Pancho maintains that tequila raises the blood pressure slightly so it doesn’t have any of those sedative like properties that come with drinking other spirits. I don’t know about that but we both agree that it takes a lot of work to properly manage the chemistry of a good buzz. Inter-mixing the right botanas (snacks) at the right time is part of that chemistry. Sliced pepenos (cucumber) and jicama with fresh chilies and squeezes of lime is not just one of the most loved bar snacks but goes awfully damn well with tequila too.

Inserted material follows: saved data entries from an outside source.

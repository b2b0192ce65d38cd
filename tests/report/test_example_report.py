"""The reviewer's report of the example repository, made by the real command line."""

import re
import shutil
import subprocess
import sys
from pathlib import Path

import pytest
from support import cli_env

from test_html import Doc, decode_png  # the same HTML reader as the report tests

EXAMPLE = Path(__file__).resolve().parents[2] / "example_repo"


def test_example_repository_report(mpl, example_report):
    # the suite's one run of example_repo/ (``check -q --no-cache -o html:report.html
    # --pole-maps maps``, conftest.example_report); mpl first: it skips without matplotlib
    repo = example_report / "repo"
    report = example_report / "report.html"
    doc = Doc(report.read_text(encoding="utf-8"))
    # 19 sections: lift axis, 6 drive-speed points, heading, mast, heater, humidity, vent,
    # inverter current loop and dc link, cart, panel array, the boom at two points, and of
    # the 12 points of the belt-tension grid the one with findings (its table stands for the
    # others).
    assert len(doc.sections) == 19
    assert "m-models-conveyor-belt-tension-yaml-belt-tension-speed-1-5-load-800" in doc.sections
    assert len(doc.rows) == 19
    failing = [row for row in doc.rows if "mast-sway-damper" in row[2]]
    assert len(failing) == 1
    html = report.read_text(encoding="utf-8")
    table = html.split('<table class="eg-index eg-grid">', 1)[1].split("</table>", 1)[0]
    rows = re.findall(r'<tr class="eg-(\w+)"><td>(.*?)</td>', table)
    # worst first: the regressed point (linked to its section), then the 3 worst passing ones
    assert [status for status, _ in rows] == ["fail", "pass", "pass", "pass"]
    assert "speed=1.5,load=800</a>" in rows[0][1] and "FAILED (regressed)" in table
    sizes = [decode_png(img["src"]) for img in doc.images]
    assert sizes and all(200 <= w <= 1200 and 150 <= h <= 1000 for w, h in sizes)
    assert "engineering aid for model regression checks" in doc.all_text
    maps = sorted(p.name for p in (repo / "maps").iterdir())
    assert maps == ["models-conveyor-belt_tension.yaml--belt-tension-speed-1.5-load-800.png",
                    "models-conveyor-belt_tension.yaml--belt-tension-speed-1.5-load-800.svg",
                    "models-mast-sway.yaml--mast-sway-damper.png",
                    "models-mast-sway.yaml--mast-sway-damper.svg"]
    svg = (repo / "maps" / maps[3]).read_text(encoding="utf-8")
    assert svg.count("eg-pole-move") >= 2  # the sway pair moved away from its baseline poles


def test_color_only_when_asked_or_on_a_terminal(tmp_path):
    repo = tmp_path / "example_repo"
    shutil.copytree(EXAMPLE, repo, ignore=shutil.ignore_patterns(".eigengate-cache",
                                                                "__pycache__"))
    env = cli_env()  # waivers judged on a fixed date, not the calendar
    plain = subprocess.run([sys.executable, "-m", "eigengate", "check", "-q"], cwd=repo,
                           capture_output=True, text=True, env=env, timeout=300)
    assert "\x1b[" not in plain.stdout  # not a terminal
    colored = subprocess.run([sys.executable, "-m", "eigengate", "check", "-q", "--color",
                              "always"], cwd=repo, capture_output=True, text=True, env=env,
                             timeout=300)
    assert "\x1b[1;31mFAIL\x1b[0m" in colored.stdout
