"""Phase portraits of nonlinear models are drawn from the vector field itself over the
equilibria search box, with every equilibrium found marked by its type (not from the
linearisation around 0)."""

import math
import textwrap

import numpy as np
import pytest

from eigengate.rules.pictures import field_grid_of
from eigengate.scan.config import Config
from eigengate.scan.engine import check_paths

# An invented swinging boom, angle'' = -2 sin(angle) - 0.8 angle' (damped pendulum: a stable
# focus hanging down, a saddle upside down; any mechanics text, from memory).
FIELD = """\
import numpy as np


def field(x, u, damping=0.8, g_over_l=2.0):
    return np.array([x[1], -g_over_l * np.sin(x[0]) - damping * x[1] + u[0]])
"""
MODEL = """\
model_format: 1
name: boom
vector_field:
  function: dyn.boom:field
  states: [angle, rate]
  inputs: [torque]
  at:
    - {label: hanging, x: [0.0, 0.0], u: [0.0]}
    - label: inverted
      x: [3.141592653589793, 0.0]
      u: [0.0]
      requirements: {stable: false, equilibrium: saddle}
  equilibria:
    box: {angle: [-1.0, 4.0], rate: [-1.5, 1.5]}
    starts: 24
requirements:
  equilibrium: stable-focus
  equilibrium_count: 2
"""


@pytest.fixture(scope="module")
def results(tmp_path_factory):
    root = tmp_path_factory.mktemp("boom")
    (root / ".git").mkdir()
    (root / "dyn").mkdir()
    (root / "dyn" / "__init__.py").write_text("")
    (root / "dyn" / "boom.py").write_text(FIELD)
    (root / "models").mkdir()
    (root / "models" / "boom.yaml").write_text(textwrap.dedent(MODEL))
    (fr,) = check_paths([root / "models"], config=Config(root=root, allow_python=True))
    assert fr.error is None, fr.error
    return {r.model.label: r for r in fr.results}


def test_the_grid_is_the_field_itself_over_the_box(results):
    grid = field_grid_of(results["inverted"])
    assert grid.box == (-1.0, 4.0, -1.5, 1.5) and grid.whence == "search box"
    xs, ys = np.array(grid.xs), np.array(grid.ys)
    assert xs[0] == -1.0 and xs[-1] == 4.0 and ys[0] == -1.5 and ys[-1] == 1.5
    gx, gy = np.meshgrid(xs, ys)
    # the field evaluated independently here (not a linearisation: sin, not its tangent)
    assert np.array(grid.dx) == pytest.approx(gy, abs=1e-15)
    assert np.array(grid.dy) == pytest.approx(-2.0 * np.sin(gx) - 0.8 * gy, abs=1e-14)
    assert grid.failed == 0


def test_equilibria_and_types_are_the_searchs(results):
    grid = field_grid_of(results["hanging"])
    kinds = dict(zip(grid.types, grid.equilibria))
    # damped pendulum: s² + 0.8 s + 2 at the bottom (ζ = 0.28, a focus); s² + 0.8 s − 2 at
    # the top (real roots of both signs, a saddle)
    assert sorted(kinds) == ["saddle", "stable-focus"]
    assert kinds["stable-focus"] == pytest.approx((0.0, 0.0), abs=1e-9)
    assert kinds["saddle"] == pytest.approx((math.pi, 0.0), abs=1e-9)
    assert field_grid_of(results["inverted"]).point == pytest.approx((math.pi, 0.0))


def test_portrait_marks_each_type_with_its_own_mark(results, mpl):
    from eigengate.reports.figures import _style
    from eigengate.reports.portrait import EQUILIBRIUM_MARKS, field_portrait_figure

    grid = field_grid_of(results["inverted"])
    with _style() as m:
        fig = field_portrait_figure(grid, title="boom[inverted]", mpl=m)
    ax = fig.axes[0]
    marks = {a.get_gid(): a for a in ax.lines if a.get_gid()}
    saddle = marks["eg-equilibrium-saddle"]
    assert (saddle.get_xdata()[0], saddle.get_ydata()[0]) == pytest.approx((math.pi, 0.0))
    assert saddle.get_marker() == EQUILIBRIUM_MARKS["saddle"][0]
    assert marks["eg-equilibrium-stable-focus"].get_marker() != saddle.get_marker()
    assert ax.get_xlim() == (-1.0, 4.0)  # the box, not a box around 0
    words = {t.get_text() for t in fig.legends[0].get_texts()}
    assert {"saddle", "stable focus", "operating point (linearised here)"} <= words
    assert "vector field" in ax.get_title(loc="left")


def test_report_draws_the_field_portrait_not_the_linear_one(results, mpl):
    from eigengate.reports.pictures import pictures_for

    (pic,) = [p for p in pictures_for(results["inverted"]) if p.kind == "field"]
    assert "saddle at (3.14, 0)" in pic.alt and "stable focus at (0, 0)" in pic.alt


def test_a_long_title_is_shortened_to_fit(results, mpl):
    from eigengate.reports.figures import _style
    from eigengate.reports.portrait import field_portrait_figure

    long = "irrigation-boom-of-the-north-wing-greenhouse[inverted, winter, night shift]"
    with _style() as m:
        fig = field_portrait_figure(field_grid_of(results["inverted"]), title=long, mpl=m)
        fig.canvas.draw()
        title = fig.axes[0]._left_title
        extent = title.get_window_extent(fig.canvas.get_renderer())
        width = fig.bbox.width
    assert "…" in title.get_text() and title.get_text().endswith("vector field, search box")
    assert 0 <= extent.x0 and extent.x1 <= width
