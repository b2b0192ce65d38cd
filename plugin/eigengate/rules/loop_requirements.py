"""Requirements beyond the eigenvalues: loop margins (EG301–EG305) and the equilibria of
nonlinear models (EG401–EG404), with the parsers of their model-file keys.

They are ordinary :class:`~eigengate.rules.requirements.Requirement` objects: ``check`` reads the
model behind the spectrum (``model.loop_parts`` for margins, ``model.nonlinear`` for
equilibria) and returns a :class:`~eigengate.rules.catalogue.Verdict`. Each names what it needs
(``needs``); a model without it (a margin target on a model without a loop, say) gets a
failing "cannot be evaluated" verdict (:mod:`eigengate.rules.applicability`), never a pass, and a
model file or a fixture call that asks for it is refused. A closed loop that is unstable
fails every margin requirement before any margin is quoted. Heavy modules are imported
inside ``check``.
"""

from __future__ import annotations

import math
from dataclasses import dataclass
from typing import Any, Callable, Mapping, Sequence

from .applicability import not_evaluable, why_not
from ..analysis.equilibrium import EQUILIBRIUM_TYPES, side
from ..errors import ModelError
from ..errors import counted
from .requirements import Requirement

__all__ = ["MinGainMargin", "MinPhaseMargin", "MinDelayMargin", "MaxSensitivityPeak",
           "MinDiskMargin", "NoSaddleInBox", "EquilibriumAt", "EquilibriumCount",
           "EquilibriaStable", "PARSERS", "LOOP_RULES", "SET_RULES", "POINT_RULES",
           "parse_loop_block", "LOOP_KEYS"]

#: Rules that need a loop (``model.loop_parts``).
LOOP_RULES = ("EG301", "EG302", "EG303", "EG304", "EG305")
#: Rules about the set of equilibria in the box (checked once per parameter set).
SET_RULES = ("EG401", "EG403", "EG404")
#: Rules about one given point of a vector field.
POINT_RULES = ("EG402",)
#: Keys of the ``loop:`` block.
LOOP_KEYS = ("at", "channel", "frequency_range")


def _fmt(x: float) -> str:
    return f"{x:.4g}"


def _w(x: float | None) -> str:
    return "none" if x is None else ("∞" if math.isinf(x) else f"{x:.4g} rad/s")


def _elsewhere(req: Requirement, threshold: Any, why: str):
    """A passing verdict of a point whose set-level requirement is judged on another."""
    return req._verdict(passed=True, uncertain=False, measured="n/a", threshold=threshold,
                        margin=None, offending=(), message=why)


class _LoopRequirement(Requirement):
    """Common path: no loop → cannot be evaluated; unstable closed loop → fail; else
    ``_measure``."""

    needs = "loop"

    def check(self, modes, spectrum, on_uncertain):
        model = spectrum.model
        parts = getattr(model, "loop_parts", None)
        if parts is None:
            return not_evaluable(self, why_not(self, model))
        bad = [m for m in spectrum.modes if side(m) >= 0]
        if bad:
            n_out = sum(m.count for m in bad if side(m) > 0)
            n_on = sum(m.count for m in bad if side(m) == 0)
            where = "outside the unit circle" if model.discrete else "in the right half-plane"
            text = (f"the closed loop is unstable ({counted(n_out, 'closed-loop pole')} {where}"
                    + (f", {n_on} on the stability boundary" if n_on else "") + ")"
                    if n_out else f"the closed loop is not asymptotically stable "
                    f"({counted(n_on, 'closed-loop pole')} on the stability boundary)")
            return self._verdict(passed=False, uncertain=False, measured="unstable",
                                 threshold=self._threshold(), margin=None,
                                 offending=tuple(bad), message=text + "; margins are not "
                                 "defined", suggestion="stabilise the loop first")
        return self._measure(parts.margins(stable=True), on_uncertain)  # (checked above)

    # subclasses define _threshold() and _measure(loop_margins, on_uncertain)
    def _threshold(self) -> Any:  # pragma: no cover - every subclass overrides it
        raise NotImplementedError

    def _measure(self, margins: Any, on_uncertain: str) -> Any:  # pragma: no cover
        raise NotImplementedError

    def _compare(self, value: float, at_least: bool, what: str, detail: str):
        threshold = self._threshold()
        margin = (value - threshold) if at_least else (threshold - value)
        passed = margin >= 0
        rel = "≥" if at_least else "≤"
        message = (f"{what} {_fmt(value)} {'' if passed else 'violates '}{rel} "
                   f"{_fmt(threshold)}" + (f" (margin {_fmt(margin)})" if math.isfinite(margin)
                                           else "") + f"; {detail}")
        return self._verdict(passed=passed, uncertain=False, measured=value,
                             threshold=threshold, margin=margin if math.isfinite(margin) else None,
                             offending=(), message=message,
                             suggestion=None if passed else f"passes with {self.info.key} "
                             f"{'≤' if at_least else '≥'} {_fmt(value)}")


@dataclass(frozen=True)
class MinGainMargin(_LoopRequirement):
    """Upper and lower gain margins, in dB, both at least ``db`` (worst channel)."""

    db: float
    rule = "EG301"

    def spec(self):
        return f"min_gain_margin_db: {_fmt(self.db)}"

    def _threshold(self):
        return self.db

    def _measure(self, lm, on_uncertain):
        rows = []
        for c in lm.channels:
            low = math.inf if c.lower_gain_margin_db is None else -c.lower_gain_margin_db
            rows.append((min(c.gain_margin_db, low), c))
        value, c = min(rows, key=lambda r: r[0])
        low = ("none" if c.lower_gain_margin is None else
               f"{_fmt(c.lower_gain_margin)} ({_fmt(c.lower_gain_margin_db)} dB) at "
               f"{_w(c.lower_gain_margin_frequency)}")
        detail = (f"channel {c.channel}: upper {_fmt(c.gain_margin)} "
                  f"({_fmt(c.gain_margin_db)} dB) at {_w(c.gain_margin_frequency)}, lower {low}")
        return self._compare(value, True, "gain margin (dB)", detail)


@dataclass(frozen=True)
class MinPhaseMargin(_LoopRequirement):
    """Phase margin (degrees, smallest |PM| over gain crossovers) at least ``deg``."""

    deg: float
    rule = "EG302"

    def spec(self):
        return f"min_phase_margin_deg: {_fmt(self.deg)}"

    def _threshold(self):
        return self.deg

    def _measure(self, lm, on_uncertain):
        value, c = min(((abs(c.phase_margin), c) for c in lm.channels), key=lambda r: r[0])
        detail = (f"channel {c.channel} at {_w(c.phase_margin_frequency)}; gain crossovers: "
                  + (", ".join(_w(x) for x in c.gain_crossovers) or "none"))
        return self._compare(value, True, "phase margin (deg)", detail)


@dataclass(frozen=True)
class MinDelayMargin(_LoopRequirement):
    """Delay margin (s), the least PM_i/ω_i over every gain crossover, at least ``seconds``."""

    seconds: float
    rule = "EG303"

    def spec(self):
        return f"min_delay_margin: {_fmt(self.seconds)}"

    def _threshold(self):
        return self.seconds

    def _measure(self, lm, on_uncertain):
        value, c = min(((c.delay_margin, c) for c in lm.channels), key=lambda r: r[0])
        detail = f"channel {c.channel}, gain crossover at {_w(c.delay_margin_frequency)}"
        return self._compare(value, True, "delay margin (s)", detail)


@dataclass(frozen=True)
class MaxSensitivityPeak(_LoopRequirement):
    """Sensitivity peak ``max_ω σ̄((I + L)⁻¹)`` at most ``peak``."""

    peak: float
    rule = "EG304"

    def spec(self):
        return f"max_sensitivity_peak: {_fmt(self.peak)}"

    def _threshold(self):
        return self.peak

    def _measure(self, lm, on_uncertain):
        detail = f"at {_w(lm.sensitivity_peak_frequency)}, loop broken at the {lm.at}"
        return self._compare(lm.sensitivity_peak, False, "sensitivity peak Ms", detail)


@dataclass(frozen=True)
class MinDiskMargin(_LoopRequirement):
    """Balanced disk margin α (all channels at once; Seiler, Packard & Gahinet 2020) ≥ ``alpha``."""

    alpha: float
    rule = "EG305"

    def spec(self):
        return f"min_disk_margin: {_fmt(self.alpha)}"

    def _threshold(self):
        return self.alpha

    def _measure(self, lm, on_uncertain):
        from ..analysis.margins import disk_gain_range, disk_phase

        lo, hi = disk_gain_range(lm.disk_margin)
        detail = (f"gains {_fmt(lo)}–{_fmt(hi)} and phase ±{_fmt(disk_phase(lm.disk_margin))}° "
                  f"guaranteed, critical at {_w(lm.disk_margin_frequency)}")
        if len(lm.channels) > 1:
            detail += "; loop-at-a-time: " + ", ".join(
                f"{c.channel} {_fmt(c.disk_margin)}" for c in lm.channels)
        return self._compare(lm.disk_margin, True, "disk margin α", detail)


# ------------------------------------------------------------------ equilibria

class _SetRequirement(Requirement):
    """Reads the equilibrium search of ``model.nonlinear`` (once per parameter set)."""

    needs = "equilibria box"

    def check(self, modes, spectrum, on_uncertain):
        info = getattr(spectrum.model, "nonlinear", None)
        if info is None or info.box is None:
            return not_evaluable(self, why_not(self, spectrum.model))
        if not info.carrier:
            return _elsewhere(self, self._threshold(), "checked once per parameter set, on "
                              f"{info.carrier_label!r}")
        search = info.search()
        if not search.equilibria and self.rule != "EG403":
            return self._verdict(passed=on_uncertain == "pass", uncertain=True,
                                 measured="none found", threshold=self._threshold(),
                                 margin=None, offending=(),
                                 message=f"no equilibrium found in the box: {search.describe()}; "
                                 "cannot confirm the requirement",
                                 suggestion="widen the box or add starts")
        return self._judge(search, on_uncertain)

    # subclasses define _threshold() and _judge(search, on_uncertain)


@dataclass(frozen=True)
class NoSaddleInBox(_SetRequirement):
    """No equilibrium in the box is a saddle."""

    rule = "EG401"

    def spec(self):
        return "no_saddle_in_box: true"

    def _threshold(self):
        return "no saddle"

    def _judge(self, search, on_uncertain):
        saddles = [e for e in search.equilibria if e.equilibrium.type == "saddle"]
        unsure = any(e.equilibrium.uncertain for e in search.equilibria)
        passed = not saddles and (not unsure or on_uncertain == "pass")
        text = (f"{counted(len(saddles), 'saddle')}: " + "; ".join(e.describe() for e in saddles)
                if saddles else f"no saddle among {search.summary()}")
        return self._verdict(passed=passed, uncertain=unsure, measured=len(saddles),
                             threshold=0, margin=None, offending=(), message=text)
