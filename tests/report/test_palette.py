"""The colours of the loop and phase-portrait marks stay apart for readers with a colour-vision
deficiency, and colour is never a mark's only cue."""

import itertools

import numpy as np
import pytest

from eigengate.reports.figures import MARK_COLOURS
from eigengate.reports.portrait import EQUILIBRIUM_MARKS

# Simulation of dichromacy (severity 1.0) in linear RGB: Machado, Oliveira & Fernandes,
# "A physiologically-based model for simulation of color vision deficiency", IEEE TVCG 2009
# (matrices from memory of the paper's table).
DICHROMACY = {
    "protanopia": [[0.152286, 1.052583, -0.204868], [0.114503, 0.786281, 0.099216],
                   [-0.003882, -0.048116, 1.051998]],
    "deuteranopia": [[0.367322, 0.860646, -0.227968], [0.280085, 0.672501, 0.047413],
                     [-0.011820, 0.042940, 0.968881]],
    "tritanopia": [[1.255528, -0.076749, -0.178779], [-0.078411, 0.930809, 0.147602],
                   [0.004733, 0.691367, 0.303900]],
    "typical": np.eye(3).tolist(),
}
#: Smallest CIE 1976 colour difference ΔE*ab between two marks (common practice: about 2 is
#: just noticeable; 20 reads as a different colour at a glance) and against the white page.
MIN_APART, MIN_ON_WHITE = 20.0, 40.0


def _linear(hex_colour: str) -> np.ndarray:  # sRGB (IEC 61966-2-1) to linear
    c = np.array([int(hex_colour[i:i + 2], 16) / 255 for i in (1, 3, 5)])
    return np.where(c <= 0.04045, c / 12.92, ((c + 0.055) / 1.055) ** 2.4)


def _lab(rgb_linear: np.ndarray) -> np.ndarray:  # CIE L*a*b*, D65 white
    xyz = np.array([[0.4124, 0.3576, 0.1805], [0.2126, 0.7152, 0.0722],
                    [0.0193, 0.1192, 0.9505]]) @ rgb_linear
    t = xyz / np.array([0.95047, 1.0, 1.08883])
    f = np.where(t > (6 / 29) ** 3, np.cbrt(t), t / (3 * (6 / 29) ** 2) + 4 / 29)
    return np.array([116 * f[1] - 16, 500 * (f[0] - f[1]), 200 * (f[1] - f[2])])


def _seen(hex_colour: str, vision: str) -> np.ndarray:
    return _lab(np.clip(np.array(DICHROMACY[vision]) @ _linear(hex_colour), 0.0, 1.0))


@pytest.mark.parametrize("vision", sorted(DICHROMACY))
def test_mark_colours_stay_apart(vision):
    for (a, ca), (b, cb) in itertools.combinations(MARK_COLOURS.items(), 2):
        d = float(np.linalg.norm(_seen(ca, vision) - _seen(cb, vision)))
        assert d >= MIN_APART, f"{a} and {b} look alike with {vision}: ΔE {d:.1f}"
    for name, c in MARK_COLOURS.items():
        d = float(np.linalg.norm(_seen(c, vision) - _seen("#ffffff", vision)))
        assert d >= MIN_ON_WHITE, f"{name} fades into the page with {vision}: ΔE {d:.1f}"


def test_the_simulation_can_tell_a_confusable_pair():
    # the check itself: a pure red and a pure green of equal lightness are the classic
    # red-green confusion pair, and the simulation must bring them together
    red, green = "#d03030", "#5f8f00"
    typical = np.linalg.norm(_seen(red, "typical") - _seen(green, "typical"))
    deutan = np.linalg.norm(_seen(red, "deuteranopia") - _seen(green, "deuteranopia"))
    assert typical > 50 and deutan < MIN_APART


def test_equilibrium_types_differ_in_shape_or_fill_not_only_colour():
    looks = {(marker, face == "none") for marker, face, _, _ in EQUILIBRIUM_MARKS.values()}
    groups = {}  # stable / unstable / saddle / non-hyperbolic: four looks
    for kind, (marker, face, _, _) in EQUILIBRIUM_MARKS.items():
        groups.setdefault((marker, face == "none"), set()).add(kind.split("-")[0])
    assert len(looks) >= 4
    for kinds in groups.values():  # one look never mixes stable with unstable
        assert not {"stable", "unstable"} <= kinds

As a side story – I more or less had to quit going to the El Cito Cantina. And not because I was getting fat from the free bar snacks or that the tequila was cheap or that the servings were too big; only a prudish teetotaling idiot would complain about things like that. This isn’t California where there are lots or rules and regulations governing everything from food storage temperatures to shot glass sizes. I remember back many years ago when I was a bartender and someone – a man someone – complained to me that their drink was ‘too strong’. To my way of thinking that’s like complaining you got upgraded to first class without being asked first. Thank goodness there are still places like the El Cito that not just serves proper sized drinks but where every last man is grateful for it too.

Nope I had to give it up because of people like Salvador and Gilberto and Santiago; people too damn nice for their own good. Some of the friendliest men in town have a couple of drinks down at the El Cito a few times a week trading gossip, listening to the mariachis, and singing along when they feel compelled. That’s all good but they have this convivial habit of buying drinks and a way of doing it where saying no only works for so long before that tequila that you’ve been drinking starts saying yes. So I found it was best to avoid nice places like that; a couple of  cervezas and 4 or more shots later and your planned early night walk home magically turns into a late night cab ride.